エレベーターに乗りながら、そんなことを思った。
――禅さんなんか、歩幅も合わせてくれないのに。――……前、までは。そういえば、今はどうなんだろう? 会社でどうだったっけ?
考えていたら、エレベーターが最上階に到着した。開いた瞬間、目が合う。
「禅さん……」
「遅い」
ご機嫌斜めな様子の禅さんだった。そんな仁王立ちして待ち構えてなくても良いのに。
「ただいま戻りました」
高見さんの話を聞いてから、ずっと禅さんをぎゅっとしたくて、ウズウズしていた。今もウズウズしている。でも、急に行動に移したら、禅さんは怪しむかもしれない。
「なんだ? それは」
玄関の扉を開けながら禅さんがチンアナゴのぬいぐるみに鋭い視線をぶつけてくる。
「チンアナゴです。これ、高見さんが禅さんにも、って」
玄関に入ってから、禅さんへのお土産を手渡した。そのまま、リビングに向かうと、そこには何故か疲れ切っている流川さんが居た。
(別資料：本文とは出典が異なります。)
def test_judged_probabilities_of_normal_units():
    # a lot mean of 90 %, vessel SD 3 % (pooled): P(S1) = P(all 6 >= 85) = Phi(5/3)^6 (scipy); USP <711> Table 1
    spread = {"dissolution": {"method": "pooled", "grid": [80.0, 95.0], "log_var": [float(np.log(9.0))] * 2,
                              "mean_range": [80.0, 95.0], "pooled_sd_pct": 3.0, "n_lots": 10, "units_per_lot": 6},
              "weight": {"pooled_rsd_pct": 6.0, "n_lots": 10, "units_per_lot": 10}}
    spec = Spec(limits={"dissolution_pct": Limit(85.0 - 5.0, None)}, dissolution_judge="stages",
                dissolution_pass_by="S1", acceptance_value_max=15.0)
    judged = C.judge_draws(_Chain(spread), _draws({"dissolution_pct": 90.0}), spec, seed=0)
    p_s1 = stats.norm.cdf(5.0 / 3.0) ** 6
    assert judged.stages["S1"].mean() == pytest.approx(p_s1, abs=0.02)
    assert np.array_equal(judged.passes["dissolution_pct"], judged.stages["S1"])  # pass_by = "S1"
    # USP <905> stage 1 by weight variation: AV = 2.4 s (contents average 100, so M = mean), so
    # P(AV <= 15) = P(s <= 6.25) with 9 s²/sigma² ~ chi²_9 for normal units (Cochran's theorem; the division by
    # the sample mean weight makes it approximate)
    p_av1 = stats.chi2.cdf(9 * (6.25 / 6.0) ** 2, 9)
    assert judged.av_stages["1"].mean() == pytest.approx(p_av1, abs=0.03)
    assert np.all(judged.av_stages["2"] >= judged.av_stages["1"])  # cumulative
    assert judged.rsd_source.startswith("pooled")


def test_judgement_needs_the_within_lot_spread():
    spec = Spec(limits={"dissolution_pct": Limit(80.0, None)}, dissolution_judge="stages")
    with pytest.raises(UsageError, match="within-lot vessel SD"):
        C.judge_draws(_Chain({}), _draws({"dissolution_pct": 90.0}), spec)
    spec = Spec(limits={}, acceptance_value_max=15.0)
    with pytest.raises(UsageError, match="tablet_weights"):
        C.judge_draws(_Chain({}), _draws({"dissolution_pct": 90.0}), spec)


def test_judge_text_names_each_judge():
    spec = Spec(limits={"dissolution_pct": Limit(80.0, None), "friability_pct": Limit(None, 1.0)},
                dissolution_judge="stages", dissolution_pass_by="S2", acceptance_value_max=15.0)
    text = C.judge_text(spec)
    assert "USP <711>" in text["dissolution_pct"] and "pass by S2" in text["dissolution_pct"]
    assert text["friability_pct"] == "lot mean <= 1"
    assert "USP <905>" in text["acceptance_value"] and "L1 = 15" in text["acceptance_value"]


def _needs_units_before(spec) -> bool:
    """``needs_units`` as it was defined beside :func:`judged_on_units` until both became one definition: a spec
    judges units when dissolution is judged by the USP <711> stages or it has a USP <905> acceptance value."""
    return spec is not None and (spec.dissolution_judge == "stages" or spec.acceptance_value_max is not None)


def _spec_shapes(tmp_path) -> list:
    """The spec shapes the tests use: the window scenario's lot-mean limits, read from a file and made in code;
    dissolution by stages alone, with pass_by and with an acceptance value; an acceptance value alone; a dissolution
    limit at another time point; none."""
    from linkage.spec import read_spec
    from linkage.synthetic import WINDOW_SPEC, spec_toml

    shapes = [None, Spec(limits={k: Limit(*v) for k, v in WINDOW_SPEC.items()}),
              Spec(limits={"dissolution_pct": Limit(80.0, None)}, dissolution_judge="stages"),
              Spec(limits={"dissolution_pct": Limit(80.0, None), "friability_pct": Limit(None, 1.0)},
                   dissolution_judge="stages", dissolution_pass_by="S2", acceptance_value_max=15.0),
              Spec(limits={}, acceptance_value_max=15.0), Spec({"dissolution_pct": Limit(75.0)}, 15.0),
              Spec({"breaking_force_n": Limit(50.0)})]
    for k, (judge, av) in enumerate([(None, None), ("mean", None), ("stages", None), (None, 15.0), ("stages", 15.0)]):
        path = tmp_path / f"spec{k}.toml"
        path.write_text(spec_toml(WINDOW_SPEC, dissolution_judge=judge, acceptance_value_max=av), encoding="utf-8")
        shapes.append(read_spec(path))
    return shapes + [Spec.from_dict(s.to_dict()) for s in shapes if s is not None]


def test_needs_units_is_judged_on_units_of_every_limit_and_answers_as_before(tmp_path):
    """One definition (``needs_units`` is :func:`judged_on_units` of the spec's own limits): the same answer as
    the former definition on every spec shape the tests use, each one judging units exactly where its judge texts
    name simulated units (USP <711> stages, USP <905> acceptance value)."""
    shapes = _spec_shapes(tmp_path)
    assert {C.needs_units(s) for s in shapes} == {True, False}  # both answers are met
    for spec in shapes:
        assert C.needs_units(spec) == _needs_units_before(spec), spec
        said = [] if spec is None else [a for a, text in C.judge_text(spec).items() if "simulated units" in text]
        assert C.needs_units(spec) == bool(said) and C.judged_on_units(spec, C.DISSOLUTION) == said, spec


def test_stages_without_a_dissolution_limit_is_no_spec_a_file_gives(tmp_path):
    """The one shape on which the former definition answered otherwise (dissolution judged by stages with no
    dissolution limit: no Q to judge against) is refused when read: ``judge = "stages"`` needs min (USP <711>
    Table 1 judges units against Q)."""
    from linkage.exceptions import SpecError
    from linkage.spec import read_spec

    path = tmp_path / "spec.toml"
    for limit, refusal in (("", "has neither min nor max"), ("max = 90\n", "needs min")):
        path.write_text(f'[dissolution_pct]\njudge = "stages"\n{limit}', encoding="utf-8")
        with pytest.raises(SpecError, match=refusal):
            read_spec(path)
    made = Spec(limits={}, dissolution_judge="stages")  # made in code only: nothing on units to judge
    assert C.judged_on_units(made, [C.DISSOLUTION]) == [] and not C.needs_units(made)


def test_stages_made_in_code_without_a_dissolution_limit_judge_only_the_acceptance_value():
    """A spec made in code with dissolution judged by stages but no dissolution limit (no Q: USP <711> Table 1
    judges units against Q) and an acceptance value judges the acceptance value alone, as needs_units and
    judged_on_units say: judge_draws went into the stages and failed on the missing limit (a review)."""
    spread = {"dissolution": {"method": "pooled", "grid": [80.0, 95.0], "log_var": [float(np.log(9.0))] * 2,
                              "mean_range": [80.0, 95.0], "pooled_sd_pct": 3.0, "n_lots": 10, "units_per_lot": 6},
              "weight": {"pooled_rsd_pct": 6.0, "n_lots": 10, "units_per_lot": 10}}
    spec = Spec(limits={}, dissolution_judge="stages", acceptance_value_max=15.0)
    judged = C.judge_draws(_Chain(spread), _draws({"dissolution_pct": 90.0}), spec, seed=0)
    assert list(judged.passes) == ["acceptance_value"] and not judged.stages
    assert C.judged_on_units(spec, [C.DISSOLUTION]) == ["acceptance_value"]
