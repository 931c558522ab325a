"""The lot store: one SQLite file that keeps every measurement, revision and record.

Default ``linkage.db`` in the working folder; the CLI's ``--store`` and the
``LINKAGE_STORE`` variable choose another.

Here: :class:`LotStore` (opening, creating and upgrading a store, the ingest and its revisions, lots set
aside, the audit trail, recorded predictions) and the texts the commands say of it. Beside it:
:mod:`linkage.store_open`, opening a store without changing it (a store written by an earlier linkage read as it
is or from an upgraded temporary copy, and what a command that records at the end checks and reads before its
work); :mod:`linkage.store_schema`, the file's layout (schema version, tables, append-only triggers);
:mod:`linkage.store_rows`, the raw rows' encoding and where they are kept. Every name of ``store_open`` and
``store_schema`` is importable from this module too.

What it keeps
-------------
- Raw rows, not lot means: every ribbon replicate, every sieve row, every
  tablet and vessel, with its extra columns, as JSON per row (floats are
  written with Python's shortest round-trip ``repr``, so they read back
  exactly). Missing cells are left out of a row's JSON. Since schema 3 an
  ingest keeps all its rows of one table in one ``row_blocks`` record (the
  rows' JSON texts, one per line; see :func:`write_row_blocks` for why);
  a store written before keeps its rows in ``raw_rows``, one SQLite row per
  raw row, read as before.
- Schema 3 migration: a schema 1 or 2 store is upgraded in place, in one
  transaction, by the first command that records in it (an ingest, a
  set-aside, a recorded window or what-if...; ``row_blocks`` added, its
  append-only triggers, one ``upgrade`` seal), in the opening that writes
  the record, and said (a :class:`~linkage.exceptions.StoreUpgraded`
  warning); its existing rows are not moved or rewritten, so their seals
  and row hashes stay valid. What such a command reads before its record,
  and every refusal, leaves it as it is (:func:`open_to_record`,
  :func:`refuse_unanchored`; an ingest is decided on the store as it is
  first). A command that records nothing (``lots``, ``history``,
  ``audit``, ``assemble``, ``report``, ``verify``, ``space``,
  ``window``/``predict --no-record``: :func:`reading`) leaves it as it is,
  byte for byte: schema 2 is read as it is, schema 1 (before seals) from
  an upgraded temporary copy (:func:`upgraded_copy`). A store on a
  read-only file system is read the same way.
- A lot's *revision* covers all its rows in all tables. An ingest that
  changes any of a lot's rows makes a new revision of that lot only; the
  tables the ingest does not carry over unchanged from the previous revision
  (a folder with just ``tablets.csv`` is a partial update). A table's rows of
  a lot are compared by content (key order, row order and all-missing
  columns do not count), so sending the same data again is a no-op: no new
  revision, and the lot is reported unchanged. The ingest itself is still
  logged (who, when, which files).
- A revision that only adds to the stored lot (a table it did not have,
  rows with new keys, blank cells filled: results arriving in stages) needs
  no reason; one that changes or removes a stored value needs one (a table
  sent replaces the lot's stored table, so a stored row left out of it is
  removed). A sieve row added to a stored sieve analysis is a change: each
  row's share is of the analysis's total (:data:`WHOLE_TABLES`). Both kinds
  are revisions alike, recorded and sealed alike; the ingest reports which
  lots were added to (:func:`adds_only`).
- Each ingest is one transaction (``BEGIN IMMEDIATE``): it records the
  source files with their SHA-256 and row counts, the time and the user, and
  either all of it lands or none (a killed process leaves the store as it
  was: SQLite's write-ahead log).
- Records are append-only: triggers refuse UPDATE and DELETE on every table
  that holds data (ingests, lots, revisions, rows, the audit log, recorded
  predictions).
- A lot is never deleted; one that should not be used is *set aside*
  (:meth:`LotStore.set_aside`, ``linkage set-aside``), and put back in use by
  :meth:`LotStore.restore`: each decision is an audit entry of the lot
  (:data:`SET_ASIDE`, :data:`RESTORE`, with its reason), sealed like every
  entry, and a lot's state is its newest decision. :meth:`LotStore.current_tables`
  leaves set-aside lots out and names them (:class:`LotTables`). No table of
  its own: a store of any schema takes decisions as it is.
キッチンの椅子に座っている。
私が流川さんに「どうしたんですか?」と聞く前に、禅さんが「なんだ、これは」とチンアナゴのキーホルダーを取り出して、怪訝そうな顔をした。そして、「新しいオモチャだぞ」と言って、妹子に戯れさせていた。そのときは、とても悪い顔をしていた。
「高見さんがせっかくくれたのに……。――どうしたんですか? 流川さん」
もう、と思いながら、キッチンの椅子でぐったりしている流川さんに尋ねた。